Application of Immobilized Metal Ion Chelate Complexes as Pseudocation Exchange Adsorbents for Protein Separation

Abstract

The interactions of horse muscle myoglobin (MYO), tuna heart cytochrome c (CYT), and hen egg white lysozyme (LYS) with three different immobilized metal ion affinity (IMAC) adsorbents involving the chelated complexes of the hard Lewis metal ions Al³⁺, Ca²⁺, Fe³⁺, and Yb³⁺ and the borderline Lewis metal ion Cu²⁺ have been investigated in the presence of low- and high-ionic strength buffers and at two different pH values.
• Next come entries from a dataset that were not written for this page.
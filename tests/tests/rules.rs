//! Rules of thumb that every pharmacologist knows (common practice, no source), with the exact number of each from
//! `reference/rules/rules_of_thumb.csv`.

use neap_tests::{csv, number, run};

/// Values are products of a few exponentials of the right argument: 1e-14 relative covers the rounding of the argument, at
/// most 10 half-lives or 7 in natural logarithms.
const ROUNDING: f64 = 1e-14;

/// One patient, one compartment of 8 L, a clearance that makes the half-life exactly 4 h: `CL = V ln 2 / 4`.
fn curve(doses: &str, times: &[f64]) -> Vec<f64> {
    let clearance = 8.0 * std::f64::consts::LN_2 / 4.0;
    let times: Vec<String> = times.iter().map(|time| format!("\"{time} h\"")).collect();
    let text = format!(
        "neap = 1\n[population]\nsize = 1\nseed = 1\n[drug]\nname = \"invented\"\nmodel = \"one-compartment\"\n\
         [drug.parameter.clearance]\ntypical = \"{clearance} L/h\"\n[drug.parameter.volume]\ntypical = \"8 L\"\n\
         [[arm]]\nname = \"only\"\n[[arm.dose]]\n{doses}\n[output]\ntimes = [{}]\npercentiles = [50]\n",
        times.join(", ")
    );
    run(&text).arms[0].times.iter().map(|at| at.bands[0].value).collect()
}

/// `(n, value)` of a rule's rows whose input is a whole number of half-lives.
fn whole_half_lives(rule: &str) -> Vec<(f64, f64)> {
    let rows: Vec<(f64, f64)> = csv("rules/rules_of_thumb.csv")
        .iter()
        .filter(|row| row["rule"] == rule)
        .filter_map(|row| Some((row["inputs"].strip_prefix("n = ")?.parse().ok()?, number(&row["value"]))))
        .collect();
    assert!(rows.len() >= 4, "{rule} has {} rows", rows.len());
    rows
}

fn assert_near(got: f64, expected: f64, what: &str) {
    assert!((got - expected).abs() <= ROUNDING * expected.abs(), "{what}: {got} for {expected}");
}

/// A constant input reaches 1 - 2^-n of its plateau after n half-lives.
#[test]
fn a_constant_input_approaches_its_plateau_by_half_lives() {
    let rows = whole_half_lives("fraction_of_plateau");
    let times: Vec<f64> = rows.iter().map(|(n, _)| 4.0 * n).collect();
    // 20 mg/h for 60 h; the plateau is the rate over the clearance.
    let found = curve("amount = \"1200 mg\"\nroute = \"infusion\"\nover = \"60 h\"", &times);
    let plateau = 20.0 / (8.0 * std::f64::consts::LN_2 / 4.0);
    for ((n, share), found) in rows.iter().zip(&found) {
        assert_near(found / plateau, *share, &format!("after {n} half-lives"));
    }
    // About 97 % after five.
    let five = rows.iter().position(|(n, _)| *n == 5.0).expect("five half-lives are in the file");
    assert_eq!((100.0 * found[five] / plateau).round(), 97.0);
}

/// 2^-n of a bolus is left after n half-lives.
#[test]
fn a_bolus_halves_every_half_life() {
    let rows = whole_half_lives("fraction_remaining");
    let times: Vec<f64> = rows.iter().map(|(n, _)| 4.0 * n).collect();
    let found = curve("amount = \"80 mg\"\nroute = \"bolus\"", &times);
    for ((n, share), found) in rows.iter().zip(found) {
        assert_near(found / 10.0, *share, &format!("after {n} half-lives"));
    }
}

/// A bolus in one compartment is a straight line on a log axis: equal steps of time are equal differences of logarithms.
#[test]
#[expect(clippy::disallowed_methods, reason = "the machine's own logarithm is the outside view here")]
fn a_bolus_is_a_straight_line_on_a_log_axis() {
    let times: Vec<f64> = (0..40).map(f64::from).collect();
    let logs: Vec<f64> = curve("amount = \"80 mg\"\nroute = \"bolus\"", &times).iter().map(|c| c.ln()).collect();
    let slope = -std::f64::consts::LN_2 / 4.0;
    for (time, log) in times.iter().zip(&logs) {
        // The logarithms are below 5 in size, and each step of the way rounds once: 40 units in the last place of 5.
        let expected = 10.0f64.ln() + slope * time;
        assert!((log - expected).abs() <= 40.0 * 5.0 * f64::EPSILON, "at {time} h: {log} for {expected}");
    }
}

/// Doses every half-life accumulate to twice the first peak, and after each dose the plateau is a whole dose above the
/// trough.
#[test]
fn doses_every_half_life_accumulate_to_twice_the_first() {
    let row = csv("rules/rules_of_thumb.csv");
    let row = row.iter().find(|row| row["rule"] == "accumulation" && row["inputs"] == "interval = half-life");
    let ratio = number(&row.expect("the rule is in the file")["value"]);
    // The last dose is the sixtieth: 2^-60 is missing.
    let found = curve("amount = \"80 mg\"\nroute = \"bolus\"\nevery = \"4 h\"\ncount = 60", &[0.0, 236.0, 240.0]);
    assert_near(found[1] / found[0], ratio, "accumulation");
    assert_near(found[1] - found[2], found[0], "fluctuation");
}

/// A loading dose of target times volume is at the target at once, and an input of target times clearance keeps it there.
#[test]
fn a_loading_dose_and_its_infusion_hold_the_target() {
    let clearance = 8.0 * std::f64::consts::LN_2 / 4.0;
    let hourly = 5.0 * clearance;
    let doses = format!(
        "amount = \"40 mg\"\nroute = \"bolus\"\n[[arm.dose]]\namount = \"{} mg\"\nroute = \"infusion\"\nover = \"32 h\"",
        32.0 * hourly
    );
    for value in curve(&doses, &[0.0, 1.0, 4.0, 10.0, 32.0]) {
        assert_near(value, 5.0, "held");
    }
}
In contrast to the selectivity behavior noted with buffers of high ionic strength, with low-ionic strength buffers, these three proteins interact with the hard metal ion IMAC adsorbents in a manner more characteristic of cation exchange behavior, although in contrast to the cation exchange chromatography of these proteins, as the pH value of the elution buffer was increased, the retention also increased. The selectivity differences observed under these conditions appear to be due to the formation of hydrolytic complexes of these immobilized metal ion chelate systems involving a change in the coordination geometry of the im-Mⁿ⁺−chelate at higher pH values. The experimental observations have been evaluated in terms of the effective charge on the immobilized metal ion chelate complex and the charge characteristics of the specific proteins.